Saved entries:
++++++++++
//! Reports: what the engines found, as text, CSV, JSON and SVG. Pure functions that return
//! strings, plus [`write_atomic`], the one way outputs reach the disk.

pub mod barrier;
pub mod barrier_json;
pub mod chain;
pub mod chain_paths;
pub mod check;
pub mod csv_out;
pub mod decimate;
pub mod diagram;
pub mod evidence;
pub mod fit;
pub mod html;
pub mod levels;
pub mod palette;
pub mod plan;
pub mod simulation;
pub mod summary;
pub mod sweep;
pub mod ticks;
pub mod timeplot;
pub mod uncertainty;

use crate::error::{Error, Result};
use std::io::Write;
use std::path::Path;

/// Write `bytes` to `path` atomically: a temporary file beside it, flushed, then renamed, so a
/// reader never sees a half-written file and a failed run leaves the old file in place.
pub fn write_atomic(path: &Path, bytes: &[u8]) -> Result<()> {
    write_atomic_with(path, |w| w.write_all(bytes))
}

/// [`write_atomic`] for output made as it is written: `fill` writes into a buffered writer on
/// the temporary file (a CSV of a million rows streamed, never held whole).
pub fn write_atomic_with(path: &Path, fill: impl FnOnce(&mut dyn Write) -> std::io::Result<()>) -> Result<()> {
    let io = |source| Error::Io {
        path: path.to_path_buf(),
        source,
    };
    // A symbolic link is written through, never replaced by a file: the file it names gets the
    // output (a link whose file is missing is an error naming the link).
    let resolved;
    let path = if std::fs::symlink_metadata(path).is_ok_and(|m| m.file_type().is_symlink()) {
        resolved = std::fs::canonicalize(path).map_err(io)?;
        resolved.as_path()
    } else {
        path
    };
    let dir = match path.parent() {
        Some(d) if !d.as_os_str().is_empty() => d.to_path_buf(),
        _ => std::path::PathBuf::from("."),
    };
    let name = path
        .file_name()
        .map(|n| n.to_string_lossy().to_string())
        .unwrap_or_else(|| "out".into());
    let tmp = dir.join(format!(".{name}.{}.tmp", std::process::id()));
    let result = (|| {
        // Recorded until renamed: a signal meanwhile removes it (`file::folder`).
        let (f, _pending) = crate::file::folder::create_temporary(&tmp)?;
        let mut f = std::io::BufWriter::new(f);
        fill(&mut f)?;
        let f = f.into_inner().map_err(|e| e.into_error())?;
        f.sync_all()?;
        std::fs::rename(&tmp, path)
    })();
    if result.is_err() {
        let _ = std::fs::remove_file(&tmp);
    }
    result.map_err(io)
}

/// The one caution line every text output that involves a lamp ends with, under the one
/// heading "caution:" (`simulate`, `plan`, `fit`, `uncertainty`, `actinometer`).
pub fn caution_line() -> String {
    format!("caution: {}", simulation::CAUTIONS)
}

#[cfg(test)]
mod tests {
    #[test]
    fn writes_and_replaces() {
        let dir = std::env::temp_dir().join(format!("pl-atomic-{}", std::process::id()));
        let p = dir.join("a.txt");
        super::write_atomic(&p, b"one").unwrap();
        super::write_atomic(&p, b"two").unwrap();
        assert_eq!(std::fs::read_to_string(&p).unwrap(), "two");
        let left: Vec<_> = std::fs::read_dir(&dir).unwrap().collect();
        assert_eq!(left.len(), 1, "no temporary file is left behind");
        std::fs::remove_dir_all(dir).unwrap();
    }

    #[cfg(unix)]
    #[test]
    fn a_link_is_written_through_not_replaced() {
        let dir = std::env::temp_dir().join(format!("pl-atomic-link-{}", std::process::id()));
        let _ = std::fs::remove_dir_all(&dir);
        std::fs::create_dir_all(dir.join("keep")).unwrap();
        std::fs::write(dir.join("keep/page.html"), "old").unwrap();
        std::os::unix::fs::symlink("keep/page.html", dir.join("page.html")).unwrap();
        super::write_atomic(&dir.join("page.html"), b"new").unwrap();
        let link = std::fs::symlink_metadata(dir.join("page.html")).unwrap();
        assert!(link.file_type().is_symlink(), "the link was replaced by a file");
        assert_eq!(std::fs::read_to_string(dir.join("keep/page.html")).unwrap(), "new");
        assert_eq!(
            std::fs::read_dir(dir.join("keep")).unwrap().count(),
            1,
            "no temporary left"
        );
        // A link to nothing: an error naming it, and the link left.
        std::os::unix::fs::symlink("gone/x.svg", dir.join("x.svg")).unwrap();
        let e = super::write_atomic(&dir.join("x.svg"), b"new").unwrap_err().to_string();
        assert!(e.contains("x.svg"), "{e}");
        assert!(
            std::fs::symlink_metadata(dir.join("x.svg"))
                .unwrap()
                .file_type()
                .is_symlink()
        );
        std::fs::remove_dir_all(dir).unwrap();
    }
}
++++++++++
THE TASK:
Would you write out all the records exactly as they read?

WRITTEN ANSWER:
//! Reports: what the engines found, as text, CSV, JSON and SVG. Pure functions that return
//! strings, plus [`write_atomic`], the one way outputs reach the disk.

pub mod barrier;
pub mod barrier_json;
pub mod chain;
pub mod chain_paths;
pub mod check;
pub mod csv_out;
pub mod decimate;
pub mod diagram;
pub mod evidence;
pub mod fit;
pub mod html;
pub mod levels;
pub mod palette;
pub mod plan;
pub mod simulation;
pub mod summary;
pub mod sweep;
pub mod ticks;
pub mod timeplot;
pub mod uncertainty;

use crate::error::{Error, Result};
use std::io::Write;
use std::path::Path;

/// Write `bytes` to `path` atomically: a temporary file beside it, flushed, then renamed, so a
/// reader never sees a half-written file and a failed run leaves the old file in place.
pub fn write_atomic(path: &Path, bytes: &[u8]) -> Result<()> {
    write_atomic_with(path, |w| w.write_all(bytes))
}

/// [`write_atomic`] for output made as it is written: `fill` writes into a buffered writer on
/// the temporary file (a CSV of a million rows streamed, never held whole).
pub fn write_atomic_with(path: &Path, fill: impl FnOnce(&mut dyn Write) -> std::io::Result<()>) -> Result<()> {
    let io = |source| Error::Io {
        path: path.to_path_buf(),
        source,
    };
    // A symbolic link is written through, never replaced by a file: the file it names gets the
    // output (a link whose file is missing is an error naming the link).
    let resolved;
    let path = if std::fs::symlink_metadata(path).is_ok_and(|m| m.file_type().is_symlink()) {
        resolved = std::fs::canonicalize(path).map_err(io)?;
        resolved.as_path()
    } else {
        path
    };
    let dir = match path.parent() {
        Some(d) if !d.as_os_str().is_empty() => d.to_path_buf(),
        _ => std::path::PathBuf::from("."),
    };
    let name = path
        .file_name()
        .map(|n| n.to_string_lossy().to_string())
        .unwrap_or_else(|| "out".into());
    let tmp = dir.join(format!(".{name}.{}.tmp", std::process::id()));
    let result = (|| {
        // Recorded until renamed: a signal meanwhile removes it (`file::folder`).
        let (f, _pending) = crate::file::folder::create_temporary(&tmp)?;
        let mut f = std::io::BufWriter::new(f);
        fill(&mut f)?;
        let f = f.into_inner().map_err(|e| e.into_error())?;
        f.sync_all()?;
        std::fs::rename(&tmp, path)
    })();
    if result.is_err() {
        let _ = std::fs::remove_file(&tmp);
    }
    result.map_err(io)
}

/// The one caution line every text output that involves a lamp ends with, under the one
/// heading "caution:" (`simulate`, `plan`, `fit`, `uncertainty`, `actinometer`).
pub fn caution_line() -> String {
    format!("caution: {}", simulation::CAUTIONS)
}

#[cfg(test)]
mod tests {
    #[test]
    fn writes_and_replaces() {
        let dir = std::env::temp_dir().join(format!("pl-atomic-{}", std::process::id()));
        let p = dir.join("a.txt");
        super::write_atomic(&p, b"one").unwrap();
        super::write_atomic(&p, b"two").unwrap();
        assert_eq!(std::fs::read_to_string(&p).unwrap(), "two");
        let left: Vec<_> = std::fs::read_dir(&dir).unwrap().collect();
        assert_eq!(left.len(), 1, "no temporary file is left behind");
        std::fs::remove_dir_all(dir).unwrap();
    }

    #[cfg(unix)]
    #[test]
    fn a_link_is_written_through_not_replaced() {
        let dir = std::env::temp_dir().join(format!("pl-atomic-link-{}", std::process::id()));
        let _ = std::fs::remove_dir_all(&dir);
        std::fs::create_dir_all(dir.join("keep")).unwrap();
        std::fs::write(dir.join("keep/page.html"), "old").unwrap();
        std::os::unix::fs::symlink("keep/page.html", dir.join("page.html")).unwrap();
        super::write_atomic(&dir.join("page.html"), b"new").unwrap();
        let link = std::fs::symlink_metadata(dir.join("page.html")).unwrap();
        assert!(link.file_type().is_symlink(), "the link was replaced by a file");
        assert_eq!(std::fs::read_to_string(dir.join("keep/page.html")).unwrap(), "new");
        assert_eq!(
            std::fs::read_dir(dir.join("keep")).unwrap().count(),
            1,
            "no temporary left"
        );
        // A link to nothing: an error naming it, and the link left.
        std::os::unix::fs::symlink("gone/x.svg", dir.join("x.svg")).unwrap();
        let e = super::write_atomic(&dir.join("x.svg"), b"new").unwrap_err().to_string();
        assert!(e.contains("x.svg"), "{e}");
        assert!(
            std::fs::symlink_metadata(dir.join("x.svg"))
                .unwrap()
                .file_type()
                .is_symlink()
        );
        std::fs::remove_dir_all(dir).unwrap();
    }
}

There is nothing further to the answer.